# Isle Royale Trip tips and how too's



## thisdogfishes (Jan 9, 2014)

I have been looking to go to Isle Royale but I cant seem to find good direction to make a camping/hiking/fishing trip. My father always told me how great it is but is has been 30 years since he has been up there and It seems different now than it did back them to plan a trip up there. Can anyone point me in the right direction.


----------



## Nostromo (Feb 14, 2012)

I'd recommend flying in as opposed to taking the boat. With an early flight you can get a jump start on the boat crowd. If you are going to take a water craft then you'll be taking the NPS boat. The later in the year you go the lower the bug count tends to be. Though a wet year is going to have skeeters till snow falls. You'll want good boots, and a good pack along with a water filter, and a small cook stove. Trails are easy to locate and follow and as you know the fishing is near the water. 
https://www.michigan-sportsman.com/forum/threads/isle-royale-fishing-backpacking.428091/
https://www.nps.gov/isro/planyourvisit/index.htm
https://www.nps.gov/isro/planyourvisit/transportation-services.htm

Make a good trip!


----------



## UPaquariest (May 13, 2010)

If you are taking the boat go out of Copper Harbor as opposed to Houghton, saves you a few hours on the boat.


----------



## thisdogfishes (Jan 9, 2014)

UPaquariest said:


> If you are taking the boat go out of Copper Harbor as opposed to Houghton, saves you a few hours on the boat.
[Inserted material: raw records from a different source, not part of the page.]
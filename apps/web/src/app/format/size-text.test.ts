import { expect, it } from 'vitest';
import { sizeText } from './size-text';

it('writes small sizes in KB and large ones in MB', () => {
  expect(sizeText(450, 'en')).toBe('0 KB');
  expect(sizeText(12_400, 'en')).toBe('12 KB');
  expect(sizeText(3_449_000, 'en')).toBe('3.4 MB');
});
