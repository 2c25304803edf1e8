/**
 * Rows as CSV (RFC 4180) with a byte order mark, so that spreadsheets read it as UTF-8. A text that a spreadsheet would take
 * for a formula gets an apostrophe before it.
 */
export function csvText(rows: readonly (readonly (string | number)[])[]): string {
  return `\uFEFF${rows.map((row) => row.map(cell).join(',')).join('\r\n')}\r\n`;
}

function cell(value: string | number): string {
  if (typeof value === 'number') return String(value);
  const safe = /^[=+\-@\t\r]/.test(value) ? `'${value}` : value;
  return /[",\r\n]/.test(safe) ? `"${safe.replaceAll('"', '""')}"` : safe;
}
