import { createHash } from 'node:crypto';
import { writeFileSync } from 'node:fs';
import { join } from 'node:path';
import sharp from 'sharp';

export interface TestPicture {
  path: string;
  sha256: string;
  bytes: number;
}

/** A JPEG of 2 to 4 MB that no other equals, with EXIF as a camera writes it. The noise comes from its number. */
export async function makePicture(folder: string, number: number): Promise<TestPicture> {
  const [width, height] = [1_800, 1_350];
  const pixels = Buffer.alloc(width * height * 3);
  let state = number * 2_654_435_761 + 12_345;
  for (let at = 0; at < pixels.length; at += 1) {
    state = (Math.imul(state, 1_664_525) + 1_013_904_223) | 0;
    pixels[at] = (state >>> 24) & 0xff;
  }
  const file = await sharp(pixels, { raw: { width, height, channels: 3 } })
    .withExif({ IFD0: { ImageDescription: `picture ${number}`, DateTime: '2026:11:30 07:15:00' } })
    .jpeg({ quality: 90 })
    .toBuffer();
  const path = join(folder, `picture-${number}.jpg`);
  writeFileSync(path, file);
  return { path, sha256: createHash('sha256').update(file).digest('hex'), bytes: file.length };
}
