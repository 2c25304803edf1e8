import type { Page } from 'playwright-core';

export async function signIn(
  page: Page,
  origin: string,
  who: { email: string; password: string },
): Promise<void> {
  await page.goto(origin);
  await page.getByLabel('E-mail').fill(who.email);
  await page.getByLabel('Password', { exact: true }).fill(who.password);
  await page.getByRole('button', { name: 'Sign in' }).click();
}

/** Until the application itself is on the phone: the worker controls the page and everything is cached. */
export async function installed(page: Page): Promise<void> {
  await page.waitForFunction(async () => {
    const registration = await navigator.serviceWorker.ready;
    return registration.active?.state === 'activated' && navigator.serviceWorker.controller !== null;
  });
}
I was hoping to fly out there, but if i was to take a boat than probably out of copper harbor


----------



## U D (Aug 1, 2012)

Contact the Isle Royal ranger office. They will get you everything you need.
https://www.nps.gov/isro/contacts.htm


----------



## thisdogfishes (Jan 9, 2014)

Thanks everyone for the information. I really appreciate it!


----------



## Curt (Jan 5, 2011)

I hiked the island twice back in the 1970's. On my second my second trip I flew out of Houghton to Windigo, hiked for a week and then caught the plane back to Houghton from Rock Harbor at the other end of the island. That seemed like a very convenient way to do it. I don't know what the air fare is today but, at that time, it seemed reasonable.


----------



## LooksMoosey (Aug 29, 2015)

The island is great! You’ll love it. We’ve taken a couple trips out there. Our most recent trip we hiked from rock harbor to Windigo via the minong ridge (and a few other trails). You can see how we did it here:




We also did another trip the year before where we did a large loop on the east end (both starting and ending in rock harbor). You can see that route here if you are interested: 




I will echo what was posted above. The ranger 3 is a great ferry but the plane ride is hard to beat. So quick and an awesome way to see the island. 

My biggest advice would be to pack light! Super light! The trails are rugged and fun, you don’t want to spend the whole time miserable. 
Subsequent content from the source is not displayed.